Stored data Start Marker

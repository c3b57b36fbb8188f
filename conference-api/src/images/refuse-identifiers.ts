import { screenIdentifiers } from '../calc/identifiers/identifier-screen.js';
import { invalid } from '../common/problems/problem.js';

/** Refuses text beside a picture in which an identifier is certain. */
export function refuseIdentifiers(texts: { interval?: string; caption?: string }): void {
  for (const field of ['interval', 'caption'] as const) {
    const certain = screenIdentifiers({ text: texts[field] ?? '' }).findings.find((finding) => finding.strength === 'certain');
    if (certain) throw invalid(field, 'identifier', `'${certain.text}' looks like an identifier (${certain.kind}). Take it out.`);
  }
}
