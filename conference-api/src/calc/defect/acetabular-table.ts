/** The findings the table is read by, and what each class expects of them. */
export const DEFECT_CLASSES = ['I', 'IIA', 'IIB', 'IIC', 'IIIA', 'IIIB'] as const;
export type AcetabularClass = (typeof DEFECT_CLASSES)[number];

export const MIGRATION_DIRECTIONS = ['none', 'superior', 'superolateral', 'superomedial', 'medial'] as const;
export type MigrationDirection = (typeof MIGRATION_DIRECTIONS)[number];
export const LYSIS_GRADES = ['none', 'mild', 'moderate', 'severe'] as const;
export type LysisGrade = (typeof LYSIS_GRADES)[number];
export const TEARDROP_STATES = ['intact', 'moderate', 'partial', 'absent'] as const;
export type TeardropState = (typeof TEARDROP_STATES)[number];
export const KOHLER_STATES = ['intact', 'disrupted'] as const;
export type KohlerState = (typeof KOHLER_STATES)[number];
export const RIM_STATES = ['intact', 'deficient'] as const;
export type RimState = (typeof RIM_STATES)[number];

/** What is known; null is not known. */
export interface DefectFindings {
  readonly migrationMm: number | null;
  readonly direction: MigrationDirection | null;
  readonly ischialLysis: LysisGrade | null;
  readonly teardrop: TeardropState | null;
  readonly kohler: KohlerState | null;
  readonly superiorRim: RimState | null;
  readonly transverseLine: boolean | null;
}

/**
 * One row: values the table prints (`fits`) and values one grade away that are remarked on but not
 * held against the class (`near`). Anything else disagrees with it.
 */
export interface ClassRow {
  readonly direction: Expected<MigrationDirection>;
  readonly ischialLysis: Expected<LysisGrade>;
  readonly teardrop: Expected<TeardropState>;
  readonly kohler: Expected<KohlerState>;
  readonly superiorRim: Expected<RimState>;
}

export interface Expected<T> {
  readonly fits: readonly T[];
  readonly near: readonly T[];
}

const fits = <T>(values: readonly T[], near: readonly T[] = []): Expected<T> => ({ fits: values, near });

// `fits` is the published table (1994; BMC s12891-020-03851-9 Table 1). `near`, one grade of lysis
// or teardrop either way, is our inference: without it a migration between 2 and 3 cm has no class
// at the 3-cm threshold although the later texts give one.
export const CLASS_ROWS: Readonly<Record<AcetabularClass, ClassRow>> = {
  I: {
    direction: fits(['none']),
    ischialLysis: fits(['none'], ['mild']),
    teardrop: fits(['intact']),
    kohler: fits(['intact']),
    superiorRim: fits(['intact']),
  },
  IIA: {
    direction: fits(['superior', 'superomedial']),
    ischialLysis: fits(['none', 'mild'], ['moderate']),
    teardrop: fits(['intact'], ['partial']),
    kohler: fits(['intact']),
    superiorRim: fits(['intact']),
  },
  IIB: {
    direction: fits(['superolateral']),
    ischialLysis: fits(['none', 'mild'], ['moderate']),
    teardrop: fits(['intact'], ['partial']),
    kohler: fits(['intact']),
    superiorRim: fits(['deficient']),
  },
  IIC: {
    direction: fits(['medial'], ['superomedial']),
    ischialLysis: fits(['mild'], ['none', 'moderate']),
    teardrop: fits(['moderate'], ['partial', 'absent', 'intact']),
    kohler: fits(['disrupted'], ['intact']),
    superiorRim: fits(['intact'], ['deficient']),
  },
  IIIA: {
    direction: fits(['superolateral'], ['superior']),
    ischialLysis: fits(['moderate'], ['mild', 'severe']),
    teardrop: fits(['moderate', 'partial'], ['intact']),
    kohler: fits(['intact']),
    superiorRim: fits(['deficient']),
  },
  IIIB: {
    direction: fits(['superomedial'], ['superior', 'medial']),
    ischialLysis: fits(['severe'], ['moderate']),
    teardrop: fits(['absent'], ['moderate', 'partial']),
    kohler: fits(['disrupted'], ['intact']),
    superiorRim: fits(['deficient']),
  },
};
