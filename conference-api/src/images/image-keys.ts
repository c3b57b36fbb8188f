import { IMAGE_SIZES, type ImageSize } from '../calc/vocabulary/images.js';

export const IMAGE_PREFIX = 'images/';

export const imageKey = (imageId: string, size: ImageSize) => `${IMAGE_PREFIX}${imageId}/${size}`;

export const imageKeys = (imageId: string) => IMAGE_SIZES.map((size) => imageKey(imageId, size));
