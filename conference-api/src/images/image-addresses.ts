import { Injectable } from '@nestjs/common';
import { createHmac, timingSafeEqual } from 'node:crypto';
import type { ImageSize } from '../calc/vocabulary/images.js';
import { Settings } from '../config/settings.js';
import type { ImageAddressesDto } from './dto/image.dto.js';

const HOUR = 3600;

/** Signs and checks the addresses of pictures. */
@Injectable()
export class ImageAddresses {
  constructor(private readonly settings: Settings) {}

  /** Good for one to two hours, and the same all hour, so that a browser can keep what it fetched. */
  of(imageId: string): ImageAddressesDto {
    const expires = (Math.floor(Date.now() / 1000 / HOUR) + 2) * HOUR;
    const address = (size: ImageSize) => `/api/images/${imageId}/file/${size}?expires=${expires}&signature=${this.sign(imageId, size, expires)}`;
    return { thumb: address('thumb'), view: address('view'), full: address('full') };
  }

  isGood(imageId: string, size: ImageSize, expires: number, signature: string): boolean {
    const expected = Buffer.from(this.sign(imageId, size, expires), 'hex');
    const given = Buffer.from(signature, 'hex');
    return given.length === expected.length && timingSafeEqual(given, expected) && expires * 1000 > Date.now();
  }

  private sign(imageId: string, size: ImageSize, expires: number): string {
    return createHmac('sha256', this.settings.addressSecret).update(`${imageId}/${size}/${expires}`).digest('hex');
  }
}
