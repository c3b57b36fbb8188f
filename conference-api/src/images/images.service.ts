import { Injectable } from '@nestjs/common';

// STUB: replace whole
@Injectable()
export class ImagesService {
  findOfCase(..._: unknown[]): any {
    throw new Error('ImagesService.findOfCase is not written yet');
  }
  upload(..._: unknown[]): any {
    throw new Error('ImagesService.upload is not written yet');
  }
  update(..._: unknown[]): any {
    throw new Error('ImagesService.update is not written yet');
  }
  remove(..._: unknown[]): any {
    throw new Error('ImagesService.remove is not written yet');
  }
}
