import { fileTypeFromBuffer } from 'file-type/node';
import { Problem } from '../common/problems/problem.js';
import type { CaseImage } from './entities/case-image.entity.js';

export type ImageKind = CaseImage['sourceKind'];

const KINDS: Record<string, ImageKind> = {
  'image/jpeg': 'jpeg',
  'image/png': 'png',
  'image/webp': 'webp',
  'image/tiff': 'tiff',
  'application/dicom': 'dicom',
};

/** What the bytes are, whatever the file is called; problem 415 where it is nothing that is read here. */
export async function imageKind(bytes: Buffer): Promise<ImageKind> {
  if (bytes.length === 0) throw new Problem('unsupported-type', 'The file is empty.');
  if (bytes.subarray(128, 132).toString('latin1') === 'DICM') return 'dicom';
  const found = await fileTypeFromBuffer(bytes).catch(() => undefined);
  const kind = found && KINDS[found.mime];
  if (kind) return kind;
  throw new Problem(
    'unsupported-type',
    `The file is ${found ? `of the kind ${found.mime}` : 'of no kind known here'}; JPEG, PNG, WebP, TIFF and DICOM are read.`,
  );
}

Stored data End Marker
Stored data Start Marker

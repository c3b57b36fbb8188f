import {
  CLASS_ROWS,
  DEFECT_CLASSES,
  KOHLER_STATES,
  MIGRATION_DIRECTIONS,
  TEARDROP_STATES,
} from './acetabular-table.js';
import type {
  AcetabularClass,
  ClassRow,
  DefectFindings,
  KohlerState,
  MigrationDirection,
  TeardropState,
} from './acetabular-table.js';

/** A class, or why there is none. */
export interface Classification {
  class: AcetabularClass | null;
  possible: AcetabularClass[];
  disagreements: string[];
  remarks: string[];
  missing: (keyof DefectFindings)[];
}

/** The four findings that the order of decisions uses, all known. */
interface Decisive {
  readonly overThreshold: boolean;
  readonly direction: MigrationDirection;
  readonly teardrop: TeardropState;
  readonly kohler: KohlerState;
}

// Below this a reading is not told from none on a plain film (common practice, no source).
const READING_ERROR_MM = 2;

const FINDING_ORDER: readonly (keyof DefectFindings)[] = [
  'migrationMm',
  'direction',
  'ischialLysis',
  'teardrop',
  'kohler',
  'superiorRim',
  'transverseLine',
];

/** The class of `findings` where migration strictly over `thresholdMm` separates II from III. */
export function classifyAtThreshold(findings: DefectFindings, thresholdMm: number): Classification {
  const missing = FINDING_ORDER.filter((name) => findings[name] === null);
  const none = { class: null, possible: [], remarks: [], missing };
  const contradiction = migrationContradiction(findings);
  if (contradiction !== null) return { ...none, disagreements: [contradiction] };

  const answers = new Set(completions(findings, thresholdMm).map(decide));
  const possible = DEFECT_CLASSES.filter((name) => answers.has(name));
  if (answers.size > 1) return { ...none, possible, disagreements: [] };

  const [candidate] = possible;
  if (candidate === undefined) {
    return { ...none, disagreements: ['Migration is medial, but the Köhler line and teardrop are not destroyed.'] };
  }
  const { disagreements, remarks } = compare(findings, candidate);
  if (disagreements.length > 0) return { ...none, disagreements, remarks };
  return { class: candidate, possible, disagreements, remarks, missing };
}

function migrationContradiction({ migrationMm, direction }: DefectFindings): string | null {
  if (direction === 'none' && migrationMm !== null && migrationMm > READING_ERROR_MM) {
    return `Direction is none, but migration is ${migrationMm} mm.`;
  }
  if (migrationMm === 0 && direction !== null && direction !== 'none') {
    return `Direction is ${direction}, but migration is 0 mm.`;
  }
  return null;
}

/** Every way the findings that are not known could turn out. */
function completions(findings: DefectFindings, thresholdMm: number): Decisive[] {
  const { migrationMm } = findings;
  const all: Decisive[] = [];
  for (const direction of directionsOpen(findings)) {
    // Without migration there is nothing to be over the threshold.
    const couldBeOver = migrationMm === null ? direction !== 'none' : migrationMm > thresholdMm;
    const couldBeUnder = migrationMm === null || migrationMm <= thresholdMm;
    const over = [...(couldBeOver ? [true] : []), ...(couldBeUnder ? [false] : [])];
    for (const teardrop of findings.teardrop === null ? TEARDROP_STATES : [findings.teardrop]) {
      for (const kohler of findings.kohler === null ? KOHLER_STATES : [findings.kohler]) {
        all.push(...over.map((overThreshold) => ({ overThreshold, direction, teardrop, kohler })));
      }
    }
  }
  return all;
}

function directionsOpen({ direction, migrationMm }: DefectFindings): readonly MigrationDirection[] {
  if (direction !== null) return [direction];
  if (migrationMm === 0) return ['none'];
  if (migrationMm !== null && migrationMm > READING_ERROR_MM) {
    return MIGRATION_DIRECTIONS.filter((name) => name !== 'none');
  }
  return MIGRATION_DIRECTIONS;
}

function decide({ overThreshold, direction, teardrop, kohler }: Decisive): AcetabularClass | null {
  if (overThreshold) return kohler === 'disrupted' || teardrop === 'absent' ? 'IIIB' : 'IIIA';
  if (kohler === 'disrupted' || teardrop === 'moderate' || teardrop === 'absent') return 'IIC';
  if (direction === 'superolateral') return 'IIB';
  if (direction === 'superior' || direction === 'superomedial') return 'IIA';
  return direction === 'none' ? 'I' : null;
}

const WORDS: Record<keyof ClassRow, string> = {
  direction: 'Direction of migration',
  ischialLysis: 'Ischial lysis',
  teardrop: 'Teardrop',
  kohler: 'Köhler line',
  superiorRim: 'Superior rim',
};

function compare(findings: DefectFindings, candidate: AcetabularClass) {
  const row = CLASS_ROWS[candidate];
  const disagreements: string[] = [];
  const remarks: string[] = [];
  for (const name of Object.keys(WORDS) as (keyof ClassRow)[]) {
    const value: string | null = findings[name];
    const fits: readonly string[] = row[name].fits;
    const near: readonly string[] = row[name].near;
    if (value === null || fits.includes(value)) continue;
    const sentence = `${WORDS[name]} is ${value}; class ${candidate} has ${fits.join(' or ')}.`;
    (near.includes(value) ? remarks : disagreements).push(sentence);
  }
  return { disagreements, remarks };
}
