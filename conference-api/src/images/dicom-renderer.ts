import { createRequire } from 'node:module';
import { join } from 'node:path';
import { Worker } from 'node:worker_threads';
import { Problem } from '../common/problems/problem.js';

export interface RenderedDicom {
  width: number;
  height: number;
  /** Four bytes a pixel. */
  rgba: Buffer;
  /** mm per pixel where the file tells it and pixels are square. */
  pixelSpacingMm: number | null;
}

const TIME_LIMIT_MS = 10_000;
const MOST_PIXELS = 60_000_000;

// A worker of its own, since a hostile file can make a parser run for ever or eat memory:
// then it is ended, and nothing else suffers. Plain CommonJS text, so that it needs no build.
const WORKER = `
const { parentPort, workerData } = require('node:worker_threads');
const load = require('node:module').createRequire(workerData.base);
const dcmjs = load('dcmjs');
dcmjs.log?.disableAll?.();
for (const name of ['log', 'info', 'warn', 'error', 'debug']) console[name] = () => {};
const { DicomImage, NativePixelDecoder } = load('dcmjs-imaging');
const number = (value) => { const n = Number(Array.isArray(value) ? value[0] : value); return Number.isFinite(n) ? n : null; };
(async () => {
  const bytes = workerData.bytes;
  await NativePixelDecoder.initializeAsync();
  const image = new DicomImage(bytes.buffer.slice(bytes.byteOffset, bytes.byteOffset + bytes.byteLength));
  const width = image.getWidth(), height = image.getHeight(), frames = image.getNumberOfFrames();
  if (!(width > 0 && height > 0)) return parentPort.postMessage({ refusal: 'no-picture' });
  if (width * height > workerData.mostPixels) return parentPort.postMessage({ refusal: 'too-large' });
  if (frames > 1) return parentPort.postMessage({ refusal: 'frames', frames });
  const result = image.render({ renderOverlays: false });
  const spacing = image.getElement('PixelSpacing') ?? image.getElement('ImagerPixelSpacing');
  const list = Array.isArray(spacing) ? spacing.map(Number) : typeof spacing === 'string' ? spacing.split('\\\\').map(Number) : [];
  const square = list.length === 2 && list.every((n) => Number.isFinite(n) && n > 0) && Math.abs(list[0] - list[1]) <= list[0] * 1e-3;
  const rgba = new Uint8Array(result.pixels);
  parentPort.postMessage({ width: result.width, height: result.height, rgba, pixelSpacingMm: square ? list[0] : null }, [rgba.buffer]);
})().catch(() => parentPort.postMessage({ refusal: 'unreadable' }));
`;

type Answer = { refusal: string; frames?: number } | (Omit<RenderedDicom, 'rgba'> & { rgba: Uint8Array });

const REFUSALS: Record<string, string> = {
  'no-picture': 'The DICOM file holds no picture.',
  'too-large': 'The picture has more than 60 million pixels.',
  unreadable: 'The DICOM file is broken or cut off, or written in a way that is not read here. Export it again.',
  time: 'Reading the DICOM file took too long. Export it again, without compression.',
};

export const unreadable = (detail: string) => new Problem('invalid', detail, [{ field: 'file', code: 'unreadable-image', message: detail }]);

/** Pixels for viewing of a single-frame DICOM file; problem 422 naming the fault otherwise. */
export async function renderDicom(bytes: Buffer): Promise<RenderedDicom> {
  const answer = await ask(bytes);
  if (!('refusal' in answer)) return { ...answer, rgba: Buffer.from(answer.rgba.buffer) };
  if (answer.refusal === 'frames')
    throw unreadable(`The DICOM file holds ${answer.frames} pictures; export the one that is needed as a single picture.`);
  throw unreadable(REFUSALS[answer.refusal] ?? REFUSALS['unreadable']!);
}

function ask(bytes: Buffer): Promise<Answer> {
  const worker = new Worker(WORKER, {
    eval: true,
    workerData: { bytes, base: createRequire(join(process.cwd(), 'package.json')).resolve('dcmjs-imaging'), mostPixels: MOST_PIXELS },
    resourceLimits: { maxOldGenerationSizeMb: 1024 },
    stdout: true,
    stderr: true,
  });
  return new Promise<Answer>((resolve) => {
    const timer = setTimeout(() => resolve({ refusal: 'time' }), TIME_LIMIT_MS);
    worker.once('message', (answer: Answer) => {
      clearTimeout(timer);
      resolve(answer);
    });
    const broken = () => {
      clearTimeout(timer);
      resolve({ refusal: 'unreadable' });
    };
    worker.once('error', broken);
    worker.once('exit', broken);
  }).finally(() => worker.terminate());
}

Stored data End Marker

* _Your instructions_: Once you find the line with "const fits = <T>(values: readonly" in the entries above, output it and each line after it up to and including the line with "grade of lysis", and nothing else.

* _Response to this task_:
const fits = <T>(values: readonly T[], near: readonly T[] = []): Expected<T> => ({ fits: values, near });

// `fits` is the published table (1994; BMC s12891-020-03851-9 Table 1). `near`, one grade of lysis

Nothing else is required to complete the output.